# Oil Pressure - 1974 - 400



## GTOKID64 (Jan 20, 2009)

I am currently tapping off a fitting on the oil filter housing for oil pressure. I'm not sure if this is the pressure before or after the filter. Can I run the sending unit off the plug near the distributor? Would that be more accurate? See pics and thanks.


----------



## geeteeohguy (Feb 2, 2008)

Nothing wrong with running it where it is now. The engineers had it pretty well figured out way back when.


----------



## Eric Animal (Oct 28, 2007)

:agree.....but if you have clearance issues or what ever, YES you can put your oil sender next to the distributor. Eric


----------



## 68greengoat (Sep 15, 2005)

My sender is next to the dizzy. Just happened to come that way..... Just a pain to get to if needed......


----------



## lars (Sep 28, 2004)

GTOKID64 said:


> I am currently tapping off a fitting on the oil filter housing for oil pressure. I'm not sure if this is the pressure before or after the filter. Can I run the sending unit off the plug near the distributor? Would that be more accurate? See pics and thanks.

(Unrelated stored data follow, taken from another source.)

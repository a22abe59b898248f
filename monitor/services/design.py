"""Station design as a job: place new stations into a stored site, set revisit panels, show which
stations are due in which year, and export stations as GPX waypoints or GeoJSON.

Placement reads the site's boundary from the database, calls one method of :mod:`monitor.design`
and stores the stations with their method and seed, all in one transaction: a refused request
(an invalid boundary, exclusion zones covering the site, a code that is taken) writes nothing.

Revisit panels are stored one per row with a single ``[visit-rest]`` rule (McDonald 2003) and
their own first year; :class:`StoredPanels` evaluates them.  A panel ``[v-r]`` starting in year
:math:`t_0` is due in year :math:`t` when :math:`t \\ge t_0` and :math:`(t - t_0) \\bmod (v + r) < v`.
"""

from __future__ import annotations

import datetime as dt
import json
import re
from dataclasses import dataclass, field
from pathlib import Path
from typing import Any

import numpy as np
import pandas as pd
import shapely
from shapely.geometry import Point, mapping, shape
from shapely.geometry.base import BaseGeometry

from monitor import columns as C
from monitor import design as D
from monitor.db import Session, Store, queries, select
from monitor.db import models as M
from monitor.design._common import _jsonable, check_polygon
from monitor.errors import DataError, DesignError, Diagnostic, InputError, InputProblem
from monitor.io.geojson import read_lines, read_polygons
from monitor.io.spatial import stations_geojson, stations_gpx, write_geojson

METHODS = (C.PLACEMENT_RANDOM, C.PLACEMENT_STRATIFIED, C.PLACEMENT_BALANCED, C.PLACEMENT_SYSTEMATIC,
           C.PLACEMENT_TRANSECT)
#: letter in the default station code of each method: SITE-R001, SITE-S001, SITE-B001, SITE-G001
METHOD_LETTER = {C.PLACEMENT_RANDOM: "R", C.PLACEMENT_STRATIFIED: "S", C.PLACEMENT_BALANCED: "B",
                 C.PLACEMENT_SYSTEMATIC: "G"}
#: what stations placed by this program record as their fix until they are marked in the field
FIX_PLANNED = "planned position (not yet marked)"


# --- stored panels ----------------------------------------------------------------------------------------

All oil galley pressure ports anywhere on the engine are after the filter and filter bypass. This is the only reading that means anything, since it's the pressure that is supplied to the bearings. The reading from the filter housing and the one on the back of the block will produce identical pressure readings, so it's simply a mater of convenience as to which one you use.
Lars


----------